Input records Block Start
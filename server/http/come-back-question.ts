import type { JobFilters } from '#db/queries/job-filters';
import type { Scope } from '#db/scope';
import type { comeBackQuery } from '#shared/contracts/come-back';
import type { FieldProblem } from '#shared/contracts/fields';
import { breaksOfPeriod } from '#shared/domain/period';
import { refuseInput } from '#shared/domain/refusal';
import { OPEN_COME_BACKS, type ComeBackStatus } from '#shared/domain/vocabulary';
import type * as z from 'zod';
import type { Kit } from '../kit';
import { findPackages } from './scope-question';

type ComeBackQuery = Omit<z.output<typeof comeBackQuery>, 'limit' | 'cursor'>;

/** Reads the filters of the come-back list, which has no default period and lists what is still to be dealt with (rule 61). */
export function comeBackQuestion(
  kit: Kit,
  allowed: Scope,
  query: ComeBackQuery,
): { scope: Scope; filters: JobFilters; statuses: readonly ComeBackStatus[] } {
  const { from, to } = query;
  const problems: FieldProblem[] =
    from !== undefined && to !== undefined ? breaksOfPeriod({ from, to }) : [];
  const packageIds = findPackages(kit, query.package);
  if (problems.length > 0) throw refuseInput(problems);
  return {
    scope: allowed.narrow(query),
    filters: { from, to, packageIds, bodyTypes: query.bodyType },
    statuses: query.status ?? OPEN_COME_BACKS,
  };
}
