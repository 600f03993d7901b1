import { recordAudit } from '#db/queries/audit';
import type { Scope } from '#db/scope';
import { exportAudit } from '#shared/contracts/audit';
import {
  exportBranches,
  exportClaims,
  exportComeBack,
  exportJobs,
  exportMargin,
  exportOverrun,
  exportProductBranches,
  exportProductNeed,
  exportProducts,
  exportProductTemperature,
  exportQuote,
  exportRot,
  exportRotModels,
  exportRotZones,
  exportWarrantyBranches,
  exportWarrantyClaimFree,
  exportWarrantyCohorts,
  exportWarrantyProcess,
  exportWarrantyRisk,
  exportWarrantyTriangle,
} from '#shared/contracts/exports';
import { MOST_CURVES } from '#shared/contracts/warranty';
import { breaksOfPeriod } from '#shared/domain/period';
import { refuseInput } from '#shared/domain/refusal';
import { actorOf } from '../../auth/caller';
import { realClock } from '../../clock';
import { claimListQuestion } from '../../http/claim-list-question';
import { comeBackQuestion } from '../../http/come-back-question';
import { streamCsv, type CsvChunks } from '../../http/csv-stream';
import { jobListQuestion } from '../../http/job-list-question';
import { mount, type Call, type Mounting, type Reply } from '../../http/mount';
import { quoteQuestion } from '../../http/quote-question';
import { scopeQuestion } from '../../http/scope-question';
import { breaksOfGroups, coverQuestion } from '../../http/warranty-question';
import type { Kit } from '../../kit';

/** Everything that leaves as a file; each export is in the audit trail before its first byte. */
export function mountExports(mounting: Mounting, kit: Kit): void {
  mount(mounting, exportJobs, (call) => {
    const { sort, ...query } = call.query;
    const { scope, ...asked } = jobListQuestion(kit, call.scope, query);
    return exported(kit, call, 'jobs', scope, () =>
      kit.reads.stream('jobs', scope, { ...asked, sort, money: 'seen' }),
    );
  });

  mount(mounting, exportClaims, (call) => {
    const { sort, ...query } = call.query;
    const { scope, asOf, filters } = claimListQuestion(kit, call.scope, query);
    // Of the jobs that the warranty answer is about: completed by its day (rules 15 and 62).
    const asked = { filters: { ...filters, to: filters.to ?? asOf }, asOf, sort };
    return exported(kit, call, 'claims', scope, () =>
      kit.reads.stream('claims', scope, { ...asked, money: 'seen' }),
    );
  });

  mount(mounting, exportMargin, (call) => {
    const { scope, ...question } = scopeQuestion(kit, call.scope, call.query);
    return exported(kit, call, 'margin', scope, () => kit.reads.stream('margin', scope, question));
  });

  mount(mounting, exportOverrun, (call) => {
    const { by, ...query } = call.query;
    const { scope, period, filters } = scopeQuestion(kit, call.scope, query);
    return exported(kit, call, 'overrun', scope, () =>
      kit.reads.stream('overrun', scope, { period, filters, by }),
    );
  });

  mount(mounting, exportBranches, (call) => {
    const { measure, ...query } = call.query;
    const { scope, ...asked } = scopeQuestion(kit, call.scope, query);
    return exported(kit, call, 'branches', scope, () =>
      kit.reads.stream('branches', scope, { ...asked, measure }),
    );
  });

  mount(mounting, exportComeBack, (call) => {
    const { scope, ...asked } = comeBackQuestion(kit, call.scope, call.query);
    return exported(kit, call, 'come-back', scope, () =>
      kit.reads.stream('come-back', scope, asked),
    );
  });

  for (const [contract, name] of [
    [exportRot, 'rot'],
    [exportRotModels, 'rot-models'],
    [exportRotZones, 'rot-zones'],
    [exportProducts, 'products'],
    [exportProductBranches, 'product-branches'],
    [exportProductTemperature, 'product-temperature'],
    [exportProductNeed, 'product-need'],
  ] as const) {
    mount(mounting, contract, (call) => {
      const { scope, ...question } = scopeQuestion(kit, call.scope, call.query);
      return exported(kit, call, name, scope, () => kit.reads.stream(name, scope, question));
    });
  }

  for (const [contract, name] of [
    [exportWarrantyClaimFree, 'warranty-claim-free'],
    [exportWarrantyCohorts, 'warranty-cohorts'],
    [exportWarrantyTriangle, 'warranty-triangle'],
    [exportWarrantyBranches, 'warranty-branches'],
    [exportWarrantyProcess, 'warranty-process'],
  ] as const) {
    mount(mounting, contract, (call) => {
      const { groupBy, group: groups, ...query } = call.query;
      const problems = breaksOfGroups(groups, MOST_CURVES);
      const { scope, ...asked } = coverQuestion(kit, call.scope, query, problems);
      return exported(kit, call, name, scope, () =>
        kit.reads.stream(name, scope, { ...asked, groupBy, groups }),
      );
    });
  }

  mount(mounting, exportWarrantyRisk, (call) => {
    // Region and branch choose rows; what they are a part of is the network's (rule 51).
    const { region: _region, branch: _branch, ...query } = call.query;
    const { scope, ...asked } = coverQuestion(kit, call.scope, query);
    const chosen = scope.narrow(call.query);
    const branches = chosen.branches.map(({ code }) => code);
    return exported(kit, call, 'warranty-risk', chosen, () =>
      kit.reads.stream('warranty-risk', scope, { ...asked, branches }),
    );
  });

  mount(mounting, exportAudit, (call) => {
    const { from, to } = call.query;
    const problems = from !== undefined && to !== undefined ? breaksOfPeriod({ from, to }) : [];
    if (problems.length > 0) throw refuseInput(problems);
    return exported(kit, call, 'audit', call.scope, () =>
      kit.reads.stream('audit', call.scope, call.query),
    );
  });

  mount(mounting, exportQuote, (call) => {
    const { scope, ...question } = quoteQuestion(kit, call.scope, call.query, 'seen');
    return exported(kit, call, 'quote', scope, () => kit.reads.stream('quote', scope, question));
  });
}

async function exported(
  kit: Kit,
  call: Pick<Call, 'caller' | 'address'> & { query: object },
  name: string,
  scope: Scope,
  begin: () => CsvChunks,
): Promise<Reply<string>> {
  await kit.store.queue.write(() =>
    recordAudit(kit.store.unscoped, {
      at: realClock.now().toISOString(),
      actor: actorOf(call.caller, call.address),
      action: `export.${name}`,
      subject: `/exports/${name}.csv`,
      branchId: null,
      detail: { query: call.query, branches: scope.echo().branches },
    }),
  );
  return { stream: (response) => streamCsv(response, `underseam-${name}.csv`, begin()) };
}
Input records Block End
Assignment> Find how many lines of the listing include the string "coverQuestion" and give that number, nothing else.

Your response> 3